▸ Exercise directions: Search the data below for the string "times" and copy all lines where it shows up.

[Dataset entries]
--*--
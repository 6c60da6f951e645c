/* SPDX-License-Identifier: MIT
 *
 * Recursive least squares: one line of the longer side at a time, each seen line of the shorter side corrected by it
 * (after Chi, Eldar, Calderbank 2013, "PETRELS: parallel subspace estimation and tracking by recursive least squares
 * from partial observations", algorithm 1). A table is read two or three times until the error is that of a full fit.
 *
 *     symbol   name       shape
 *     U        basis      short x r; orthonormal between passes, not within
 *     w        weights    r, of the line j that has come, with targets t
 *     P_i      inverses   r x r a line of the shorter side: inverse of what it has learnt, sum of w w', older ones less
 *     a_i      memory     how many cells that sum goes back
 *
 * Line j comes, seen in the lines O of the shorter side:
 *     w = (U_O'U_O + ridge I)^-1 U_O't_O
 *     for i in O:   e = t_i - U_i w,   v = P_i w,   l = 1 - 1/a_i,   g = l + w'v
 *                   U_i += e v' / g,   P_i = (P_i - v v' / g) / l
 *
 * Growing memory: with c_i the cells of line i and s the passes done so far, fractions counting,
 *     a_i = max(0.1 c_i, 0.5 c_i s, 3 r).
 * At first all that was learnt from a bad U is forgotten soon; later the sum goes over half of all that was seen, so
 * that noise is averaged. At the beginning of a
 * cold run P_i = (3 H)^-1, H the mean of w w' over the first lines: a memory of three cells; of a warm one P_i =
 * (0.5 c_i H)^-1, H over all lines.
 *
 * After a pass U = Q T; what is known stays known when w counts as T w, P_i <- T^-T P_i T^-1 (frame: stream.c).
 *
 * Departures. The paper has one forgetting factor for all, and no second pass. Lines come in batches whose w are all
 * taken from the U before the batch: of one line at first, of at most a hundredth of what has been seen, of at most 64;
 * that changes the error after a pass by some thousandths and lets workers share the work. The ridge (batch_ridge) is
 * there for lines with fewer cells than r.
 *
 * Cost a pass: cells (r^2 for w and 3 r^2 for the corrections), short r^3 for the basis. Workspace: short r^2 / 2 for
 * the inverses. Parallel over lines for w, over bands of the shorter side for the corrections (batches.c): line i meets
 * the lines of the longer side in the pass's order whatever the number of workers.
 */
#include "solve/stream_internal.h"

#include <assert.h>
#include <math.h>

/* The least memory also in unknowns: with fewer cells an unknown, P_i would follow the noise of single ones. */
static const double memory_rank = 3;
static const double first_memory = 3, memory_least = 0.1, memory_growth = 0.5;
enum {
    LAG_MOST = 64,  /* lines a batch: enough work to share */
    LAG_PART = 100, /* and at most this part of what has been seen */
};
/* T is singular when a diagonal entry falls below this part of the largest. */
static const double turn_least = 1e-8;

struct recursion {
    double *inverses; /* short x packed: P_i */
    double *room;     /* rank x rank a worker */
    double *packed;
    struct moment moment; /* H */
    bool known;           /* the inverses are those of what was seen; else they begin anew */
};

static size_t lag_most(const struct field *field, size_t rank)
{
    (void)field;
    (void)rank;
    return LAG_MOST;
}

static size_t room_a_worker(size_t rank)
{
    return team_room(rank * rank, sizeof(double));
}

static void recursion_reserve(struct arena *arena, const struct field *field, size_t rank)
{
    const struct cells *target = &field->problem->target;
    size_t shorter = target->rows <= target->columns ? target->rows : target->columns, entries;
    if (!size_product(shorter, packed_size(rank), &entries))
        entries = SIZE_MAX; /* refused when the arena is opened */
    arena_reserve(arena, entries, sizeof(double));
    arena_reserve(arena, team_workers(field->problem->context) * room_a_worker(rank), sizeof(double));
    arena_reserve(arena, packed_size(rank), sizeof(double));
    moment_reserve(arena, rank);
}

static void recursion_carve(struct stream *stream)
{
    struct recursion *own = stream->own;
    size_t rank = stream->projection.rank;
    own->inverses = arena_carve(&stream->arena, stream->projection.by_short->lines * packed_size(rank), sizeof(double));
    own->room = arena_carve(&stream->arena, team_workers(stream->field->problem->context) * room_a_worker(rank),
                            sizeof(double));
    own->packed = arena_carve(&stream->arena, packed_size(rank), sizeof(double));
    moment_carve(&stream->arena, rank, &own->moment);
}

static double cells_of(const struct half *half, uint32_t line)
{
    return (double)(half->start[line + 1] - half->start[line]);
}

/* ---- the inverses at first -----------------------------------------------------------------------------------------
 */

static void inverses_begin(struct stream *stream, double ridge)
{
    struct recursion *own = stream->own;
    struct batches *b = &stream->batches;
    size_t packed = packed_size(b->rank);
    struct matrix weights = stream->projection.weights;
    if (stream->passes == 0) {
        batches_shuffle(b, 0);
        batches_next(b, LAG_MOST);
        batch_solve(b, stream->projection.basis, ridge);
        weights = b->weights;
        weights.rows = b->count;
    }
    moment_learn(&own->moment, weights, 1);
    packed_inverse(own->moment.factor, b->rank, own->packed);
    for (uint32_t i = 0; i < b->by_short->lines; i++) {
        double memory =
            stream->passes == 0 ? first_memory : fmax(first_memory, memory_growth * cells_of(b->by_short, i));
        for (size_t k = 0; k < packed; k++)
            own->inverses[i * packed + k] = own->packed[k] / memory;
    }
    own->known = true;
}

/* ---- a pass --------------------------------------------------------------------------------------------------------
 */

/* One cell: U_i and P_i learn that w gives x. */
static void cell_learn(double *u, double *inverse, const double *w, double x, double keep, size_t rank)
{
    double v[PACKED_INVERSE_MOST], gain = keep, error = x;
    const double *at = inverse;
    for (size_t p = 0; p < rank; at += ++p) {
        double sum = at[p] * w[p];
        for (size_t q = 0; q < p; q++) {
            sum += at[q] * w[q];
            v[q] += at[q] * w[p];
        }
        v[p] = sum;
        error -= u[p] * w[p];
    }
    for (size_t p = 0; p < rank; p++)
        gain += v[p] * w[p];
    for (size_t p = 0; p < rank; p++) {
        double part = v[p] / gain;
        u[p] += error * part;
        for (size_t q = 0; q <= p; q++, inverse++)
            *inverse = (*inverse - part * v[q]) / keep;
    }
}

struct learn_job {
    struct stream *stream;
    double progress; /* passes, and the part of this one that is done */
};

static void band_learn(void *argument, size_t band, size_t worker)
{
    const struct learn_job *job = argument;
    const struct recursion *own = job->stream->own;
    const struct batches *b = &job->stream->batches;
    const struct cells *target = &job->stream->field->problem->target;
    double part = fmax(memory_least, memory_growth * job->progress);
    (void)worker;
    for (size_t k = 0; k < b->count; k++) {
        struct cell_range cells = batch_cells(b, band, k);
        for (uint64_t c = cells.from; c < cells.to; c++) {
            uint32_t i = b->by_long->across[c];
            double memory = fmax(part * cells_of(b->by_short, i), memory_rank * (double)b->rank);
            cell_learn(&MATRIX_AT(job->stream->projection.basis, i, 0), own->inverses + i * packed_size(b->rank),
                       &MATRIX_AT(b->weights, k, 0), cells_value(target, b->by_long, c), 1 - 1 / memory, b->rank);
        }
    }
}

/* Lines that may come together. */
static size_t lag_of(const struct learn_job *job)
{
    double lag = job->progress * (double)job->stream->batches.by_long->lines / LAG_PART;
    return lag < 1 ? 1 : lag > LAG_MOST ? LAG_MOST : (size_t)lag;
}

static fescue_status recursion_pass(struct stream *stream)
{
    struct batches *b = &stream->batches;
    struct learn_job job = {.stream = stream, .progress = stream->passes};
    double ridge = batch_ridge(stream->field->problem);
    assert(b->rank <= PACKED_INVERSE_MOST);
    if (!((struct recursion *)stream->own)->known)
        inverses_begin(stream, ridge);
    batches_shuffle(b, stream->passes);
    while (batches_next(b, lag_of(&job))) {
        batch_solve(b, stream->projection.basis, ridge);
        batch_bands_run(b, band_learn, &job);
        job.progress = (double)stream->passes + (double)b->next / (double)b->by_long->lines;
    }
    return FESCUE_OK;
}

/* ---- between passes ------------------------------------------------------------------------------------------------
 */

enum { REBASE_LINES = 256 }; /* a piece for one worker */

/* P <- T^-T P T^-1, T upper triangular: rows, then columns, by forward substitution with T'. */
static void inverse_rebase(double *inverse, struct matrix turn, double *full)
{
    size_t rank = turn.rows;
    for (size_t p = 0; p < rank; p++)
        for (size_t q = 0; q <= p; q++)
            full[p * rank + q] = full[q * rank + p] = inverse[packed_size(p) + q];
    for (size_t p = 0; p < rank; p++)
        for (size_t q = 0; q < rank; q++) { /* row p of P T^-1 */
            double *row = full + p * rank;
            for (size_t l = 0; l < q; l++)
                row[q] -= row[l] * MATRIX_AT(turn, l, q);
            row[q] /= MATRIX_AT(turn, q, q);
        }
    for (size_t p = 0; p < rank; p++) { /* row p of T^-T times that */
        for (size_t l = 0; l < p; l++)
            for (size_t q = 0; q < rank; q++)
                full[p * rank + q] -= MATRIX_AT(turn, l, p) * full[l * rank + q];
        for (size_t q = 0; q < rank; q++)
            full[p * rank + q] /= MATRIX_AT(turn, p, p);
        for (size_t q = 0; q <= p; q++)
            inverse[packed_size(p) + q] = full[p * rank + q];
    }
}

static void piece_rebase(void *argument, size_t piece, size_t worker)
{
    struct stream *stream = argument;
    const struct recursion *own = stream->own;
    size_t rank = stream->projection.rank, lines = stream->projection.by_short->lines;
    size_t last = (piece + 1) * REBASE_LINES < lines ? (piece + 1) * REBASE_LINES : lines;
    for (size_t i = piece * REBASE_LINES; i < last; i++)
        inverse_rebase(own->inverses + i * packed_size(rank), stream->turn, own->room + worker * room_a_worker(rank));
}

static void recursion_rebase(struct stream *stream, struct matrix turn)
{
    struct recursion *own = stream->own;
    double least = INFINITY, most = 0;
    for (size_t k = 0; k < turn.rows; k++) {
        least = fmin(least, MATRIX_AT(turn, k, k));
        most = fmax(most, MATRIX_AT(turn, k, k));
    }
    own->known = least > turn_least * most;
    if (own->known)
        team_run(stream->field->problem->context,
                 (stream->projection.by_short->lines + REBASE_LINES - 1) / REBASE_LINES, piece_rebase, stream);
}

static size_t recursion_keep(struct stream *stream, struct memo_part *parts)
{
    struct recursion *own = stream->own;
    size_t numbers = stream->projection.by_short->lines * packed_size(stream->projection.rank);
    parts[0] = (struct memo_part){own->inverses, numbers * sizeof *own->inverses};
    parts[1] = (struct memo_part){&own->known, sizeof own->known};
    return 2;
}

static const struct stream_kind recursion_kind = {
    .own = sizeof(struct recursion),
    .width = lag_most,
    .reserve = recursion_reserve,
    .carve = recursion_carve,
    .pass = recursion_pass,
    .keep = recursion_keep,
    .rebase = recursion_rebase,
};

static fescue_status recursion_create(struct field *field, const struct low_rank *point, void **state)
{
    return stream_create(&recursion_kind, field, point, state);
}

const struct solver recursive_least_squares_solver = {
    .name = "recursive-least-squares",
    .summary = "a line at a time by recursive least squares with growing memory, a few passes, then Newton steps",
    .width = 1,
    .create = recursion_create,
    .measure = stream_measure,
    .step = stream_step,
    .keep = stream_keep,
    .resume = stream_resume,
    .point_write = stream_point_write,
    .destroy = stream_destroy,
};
--*--
▸ Expected output:
 * from partial observations", algorithm 1). A table is read two or three times until the error is that of a full fit.
    for (size_t p = 0; p < rank; p++) { /* row p of T^-T times that */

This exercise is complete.